● ASSIGNED TASK: Transcribe the material from its first line onward, ending with the line that contains "const lines = recordTable(madeRecord()).split('\n');" and adding nothing beyond it.

● RECORD SET:
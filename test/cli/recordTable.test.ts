import { stripVTControlCharacters } from 'node:util';
import { describe, expect, it } from 'vitest';
import { recordTable } from '../../src/cli/recordTable.ts';
import { paintFor } from '../../src/cli/style.ts';
import { Collector, madeRecord } from './made.ts';

const SOFTENED = {
  softening: { value: { length: 0.1, support: null, kernel: 'plummer' }, from: 'option' },
} as const;

describe('the page of a record', () => {
  it('leads with the ratio, its noise and what it means', () => {
    const lines = recordTable(madeRecord()).split('\n');
    expect(lines[0]).toBe('shoal.bin');
    expect(lines).toContain('2T/|U|  1.002 ± 0.025 (finite N)');
    expect(lines).toContain('  1, as in equilibrium, within the noise');
  });

  it('uses 2T/|W| under softening, and says why', () => {
    const balance = {
      ...madeRecord().whole,
      clausius: -0.2878,
      virialRatio: 1.0023,
      clausiusRatio: 1.025,
    };
    const page = recordTable(madeRecord({ settings: SOFTENED, whole: balance, bound: balance }));
    expect(page).toContain('2T/|W|  1.025 ± 0.025 (finite N)');
    expect(page.replace(/\s+/g, ' ')).toContain(
      '2T/|W| is the ratio that is 1 in equilibrium; 2T/|U| is 1.00230 here and would be |W/U| = 0.977844',
    );
    expect(page.replace(/\s+/g, ' ')).toContain('plummer softening 0.1 (option)');
  });

  it.each([
    [0.9, 0.02, 'below 1 by 5 times the noise'],
    [1.2, 0.02, 'above 1 by 10 times the noise'],
    [2.5, 0.02, 'unbound as a whole'],
    [0, 0.02, 'cold start'],
    [1, null, 'average over orbits'],
    [null, null, 'nothing to divide by'],
  ])('says of a ratio of %s with noise %s: %s', (virialRatio, noise, words) => {
    const whole = { ...madeRecord().whole, virialRatio, noise };
    expect(recordTable(madeRecord({ whole }))).toContain(words);
  });

  it('shows no noise where one body holds nearly all mass', () => {
    const remarks = [{ code: 'dominantBody', text: 'one body', remedy: 'average' }];
    const page = recordTable(madeRecord({ remarks }));
    expect(page).not.toContain('finite N');
    expect(page).toContain('average over orbits');
  });

  it('shows the bound set beside all bodies only where they differ', () => {
    expect(recordTable(madeRecord())).toContain('all bodies (all are bound)');
    const bound = { ...madeRecord().bound, particles: 990, mass: 0.99 };
    const page = recordTable(madeRecord({ bound }));
    expect(page).toMatch(/all bodies +bound bodies/);
    expect(page).toMatch(/bodies +1,000 +990/);
    expect(page).toContain('bound mass');
  });

  it('names units by the dimension of each figure', () => {
    const units = { value: 'pc-kms-msun', from: 'option' } as const;
    const page = recordTable(madeRecord({ settings: { units } }));
    for (const label of [
      'energies in Msun (km/s)²',
      'virial radius [pc]',
      'dispersion, 1-D [km/s]',
    ]) {
      expect(page).toContain(label);
    }
    // Source: pc/(km/s) = 0.97779222 Myr from the parsec (IAU 2015 B2) and the Julian year.
    expect(page).toContain('= 6.124 Myr');
  });

  it('never wraps at 80 columns, whatever the name, the figures and the remarks', () => {
    const huge = {
      ...madeRecord().whole,
      particles: 123_456_789,
      mass: 1.23456e12,
      kinetic: 6.54321e16,
      potential: -1.23456789e17,
      potentialError: 1.23e8,
      clausius: -1.23456789e17,
      clausiusError: 1.23e8,
      energy: -5.7e16,
    };
    const record = madeRecord({
      file: `/runs/${'a-rather-long-folder-name/'.repeat(8)}snapshot_000123.arrow`,
      settings: { ...SOFTENED, units: { value: 'kpc-kms-msun', from: 'snapshot' } },
      whole: huge,
      bound: { ...huge, particles: 123_456_000 },
      momentOfInertia: 1.23456e28,
      remarks: [
        {
          code: 'layout.found',
          text: `${'/x'.repeat(150)} was read with the layout beside it`,
          remedy: 'name the right one',
        },
      ],
    });
    const wide = recordTable(record, paintFor(new Collector(true), {}))
      .split('\n')
      .map((line) => [...stripVTControlCharacters(line)].length)
      .filter((width) => width > 80);
    expect(wide).toEqual([]);
  });

  it('puts each remark with its remedy and code at the end', () => {
    const page = recordTable(
      madeRecord({ remarks: [{ code: 'bulkMotion', text: 'it moves', remedy: 'nothing to do' }] }),
    );
    expect(page.endsWith('! It moves.\n  → Nothing to do.\n    (bulkMotion)\n')).toBe(true);
  });

  it('is coloured on a terminal alone, and not under NO_COLOR', () => {
    const record = madeRecord();
    const page = (isTTY: boolean, env: Record<string, string>): string =>
      recordTable(record, paintFor(new Collector(isTTY), env));
    expect(page(true, {})).toContain('\u001b[1m');
    expect(stripVTControlCharacters(page(true, {}))).toBe(page(false, {}));
    expect(page(true, { NO_COLOR: '1' })).toBe(page(false, {}));
    expect(page(true, { TERM: 'dumb' })).toBe(page(false, {}));
    expect(page(false, {})).not.toContain('\u001b');
  });
});

describe('extras on the page', () => {
  const list = (value: number | null) => [value, value];
  const motion = {
    set: 'bound',
    axis: [0, 0, 1],
    particles: [500, 500],
    mass: [0.5, 0.5],
    inner: [0, 1.3],
    outer: [1.3, 70],
    radii: [0.8, 2.2],
    radialVelocity: list(-0.0123),
    radialVelocityErrors: list(0.0087),
    radialDispersion: list(0.3456),
    radialDispersionErrors: list(0.011),
    tangentialDispersion: list(0.34),
    tangentialDispersionErrors: list(0.008),
    anisotropy: [0.12, null],
    anisotropyErrors: [0.055, null],
    rotation: list(0.021),
    rotationErrors: list(0.013),
  } as const;
  const profiles = {
    set: 'bound',
    inner: [0.5, 1.6],
    radii: [0.8, 2.2],
    outer: [1, 4],
    density: [0.098765, 0.00123456],
    densityErrors: [0.0061, 0.0001],
    enclosedMass: [0.25, 0.75],
    enclosedMassErrors: list(0.01),
    circularVelocity: [0.56, 0.61],
    circularVelocityErrors: list(0.01),
    escapeVelocity: [1.25, 0.91],
    escapeVelocityErrors: list(0.01),
    relaxationTime: [31.5, null],
    relaxationTimeErrors: [4, null],
    peakVelocity: 0.6211,
    peakVelocityError: 0.0062,
    peakRadius: 1.41,
    peakRadiusError: 0.05,
  } as const;
  const pairs = (hardPairs: number | null) => ({
    hardPairs,
    hardPairsEnergy: hardPairs === null ? null : 0.0345,
    hardestPairs: {
      first: hardPairs ? [12] : [],
      second: hardPairs ? [345] : [],
      firstIds: [],
      secondIds: [],
      separations: hardPairs ? [0.001] : [],
      semiMajorAxes: hardPairs ? [0.00123] : [],
      eccentricities: hardPairs ? [0.456] : [],
      energies: hardPairs ? [0.0234] : [],
      hardness: hardPairs ? [34.5] : [],
      hardnessErrors: hardPairs ? [5.1] : [],
    },
    pairsMerged: { ...madeRecord().whole, virialRatio: 0.998 },
  });
  const ratio = { radialToTangential: 1.03, radialToTangentialError: 0.05 };
  const inertia = {
    momentOfInertiaAcceleration: 0.0021,
    momentOfInertiaAccelerationError: 1e-6,
    momentOfInertiaAccelerationNoise: 0.015,
  };

  it('are not there unless asked for', () => {
    expect(recordTable(madeRecord())).not.toMatch(/d²I|Motion|Profiles|Hard pairs/);
  });

  it('show the acceleration of the moment of inertia with its noise', () => {
    expect(recordTable(madeRecord(inertia))).toMatch(
      /d²I\/dt² +0\.002 ± 0\.015 \(finite N\), 0 in equilibrium/,
    );
  });

  it('show motions shell by shell', () => {
    const page = recordTable(madeRecord({ shells: motion, ...ratio }));
    expect(page).toContain('Motion in shells of equal number, all bodies');
    expect(page).toMatch(/1\.300 +-0\.0123 ± 0\.0087 +0\.3456 +0\.120 ± 0\.055 +0\.021 ± 0\.013/);
    expect(page).toMatch(/70\.00 .* n\/a /);
    expect(page).toContain('2T_r/T_t of all: 1.030 ± 0.050');
    const bound = { ...madeRecord().bound, particles: 990 };
    expect(recordTable(madeRecord({ bound, shells: motion, ...ratio }))).toContain(
      'equal number, bound bodies',
    );
  });

  it('show profiles and where the circular velocity peaks', () => {
    const page = recordTable(madeRecord({ profiles }));
    expect(page).toMatch(/0\.8000 +0\.0988 ± 0\.0061 +0\.2500 +0\.5600 +1\.250 +31\.50/);
    expect(page).toContain('v_circ is greatest, 0.6211 ± 0.0062, at 1.410 ± 0.050');
    const none = { peakVelocity: null, peakVelocityError: null, peakRadius: null };
    expect(recordTable(madeRecord({ profiles: { ...profiles, ...none } }))).not.toContain(
      'is greatest',
    );
  });

  it('show hard pairs and the ratio without them', () => {
    const page = recordTable(madeRecord(pairs(3)));
    expect(page).toContain('Hard pairs  3, binding energy 0.03450 in all');
    expect(page).toMatch(/12, 345 +0\.001230 +0\.456 +0\.02340 +34\.5 ± 5\.1/);
    expect(page).toContain('the 1 hardest of 3');
    expect(page).toContain('With each pair as one body 2T/|U| is 0.998 ± 0.025');
    const { hardestPairs } = pairs(3);
    const named = { ...hardestPairs, firstIds: [7], secondIds: [4_294_967_296] };
    expect(recordTable(madeRecord({ ...pairs(3), hardestPairs: named }))).toContain(
      '7, 4294967296',
    );
    expect(recordTable(madeRecord(pairs(0)))).toContain('Hard pairs  none');
    expect(recordTable(madeRecord(pairs(null)))).toContain('Hard pairs  n/a');
  });

  it('never wrap at 80 columns and name their units', () => {
    const wide = (factor: number) =>
      madeRecord({
        settings: { units: { value: 'kpc-kms-msun', from: 'option' }, ...SOFTENED },
        shells: {
          ...motion,
          outer: [1.234e-7, 9.876e12],
          radialVelocity: list(-123456 * factor),
          radialVelocityErrors: list(9876 * factor),
          radialDispersion: list(345678 * factor),
          anisotropy: list(-1234.5),
          anisotropyErrors: list(678.9),
          rotation: list(-98765 * factor),
          rotationErrors: list(8765 * factor),
        },
        ...ratio,
        ...inertia,
        profiles: {
          ...profiles,
          radii: [1.234e-7, 9.876e12],
          density: list(1.2345e15),
          densityErrors: list(1.2e14),
          enclosedMass: list(1.2345e15),
          circularVelocity: list(123456),
          escapeVelocity: list(123456),
          relaxationTime: list(1.2345e15),
          peakVelocity: 1.2345e7,
          peakVelocityError: 12345,
        },
        ...pairs(3),
        hardestPairs: {
          ...pairs(3).hardestPairs,
          firstIds: ['9223372036854775808'],
          secondIds: ['-9223372036854775808'],
          semiMajorAxes: [1.2345e-9],
          energies: [1.2345e15],
          hardness: [1.2345e9],
          hardnessErrors: [2e8],
        },
      });
    for (const factor of [1, 1e3]) {
      const lines = recordTable(wide(factor)).split('\n');
      expect(lines.filter((line) => [...line].length > 80)).toEqual([]);
    }
    const page = recordTable(wide(1));
    expect(page).toContain('radii in kpc, velocities in km/s');
    expect(page).toContain('densities in Msun kpc⁻³');
    expect(page).toContain('2T/|W| is');
  });
});
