/** Means of what has memory, and how many snapshots are worth a fresh one. */
import { Random } from '../numerics/random.ts';
import { average, blockMeans, timeWeights } from './blocks.ts';
import { LIMITS } from './limits.ts';

export interface Mean {
  readonly mean: number;
  /** 1σ of the mean, memory included; null if too short to tell. */
  readonly error: number | null;
}

/** Time average of a stationary part, its error from blocks long enough to be nearly independent. */
export function meanOf(t: Float64Array, x: Float64Array): Mean {
  const length = t[t.length - 1] - t[0];
  const blocks = Math.min(20, Math.floor(Math.min(length / LIMITS.block, t.length / 2)));
  if (!(length > 0) || blocks < 4) return { mean: average(x), error: null };
  const { mean } = blockMeans(t, x, blocks);
  const level = average(mean);
  let squares = 0;
  for (const value of mean) squares += (value - level) ** 2;
  return { mean: level, error: Math.sqrt(squares / (blocks - 1) / blocks) };
}

/**
 * Integrated autocorrelation time ½ + Σ ρ_k in samples, summed up to the first lag of at least five times
 * itself. Source: Sokal 1997, in Functional Integration, 131. At least ½.
 */
export function autocorrelationTime(x: Float64Array): number {
  const n = x.length;
  const level = average(x);
  let variance = 0;
  for (const value of x) variance += (value - level) ** 2;
  if (!(variance > 0)) return 0.5;
  let tau = 0.5;
  for (let lag = 1; lag < n - 1; lag++) {
    let sum = 0;
    for (let k = 0; k + lag < n; k++) sum += (x[k] - level) * (x[k + lag] - level);
    tau += sum / variance;
    if (lag >= 5 * tau) break;
  }
  return Math.max(0.5, tau);
}

/** Samples drawn in a bootstrap. */
const DRAWS = 200;

/**
 * Half-width of the interval that holds 68 % of a statistic's bootstrap values: blocks of a run are drawn
 * with replacement, so that memory within a block stays. Source: Künsch 1989, Ann. Statist. 17, 1217.
 * @param statistic - of a resampled series on the same times
 */
export function bootstrapHalfWidth(
  t: Float64Array,
  x: readonly Float64Array[],
  statistic: (resampled: readonly Float64Array[]) => number,
): number {
  const n = t.length;
  const weights = timeWeights(t);
  const spacing = average(weights);
  const block = Math.min(n, Math.max(1, Math.round(LIMITS.block / spacing)));
  const random = new Random(1);
  const values = Array.from({ length: DRAWS }, () => {
    const resampled = x.map((column) => new Float64Array(column.length));
    for (let at = 0; at < n; at += block) {
      const from = Math.floor(random.uniform() * (n - block + 1));
      for (let k = 0; k < block && at + k < n; k++) {
        x.forEach((column, c) => (resampled[c][at + k] = column[from + k]));
      }
    }
    return statistic(resampled);
  }).sort((a, b) => a - b);
  return (values[Math.floor(0.84 * DRAWS)] - values[Math.floor(0.16 * DRAWS)]) / 2;
}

● RESPONSE TO THIS EXERCISE:
filename test/cli/recordTable.test.ts
import { stripVTControlCharacters } from 'node:util';
import { describe, expect, it } from 'vitest';
import { recordTable } from '../../src/cli/recordTable.ts';
import { paintFor } from '../../src/cli/style.ts';
import { Collector, madeRecord } from './made.ts';

const SOFTENED = {
  softening: { value: { length: 0.1, support: null, kernel: 'plummer' }, from: 'option' },
} as const;

describe('the page of a record', () => {
  it('leads with the ratio, its noise and what it means', () => {
    const lines = recordTable(madeRecord()).split('\n');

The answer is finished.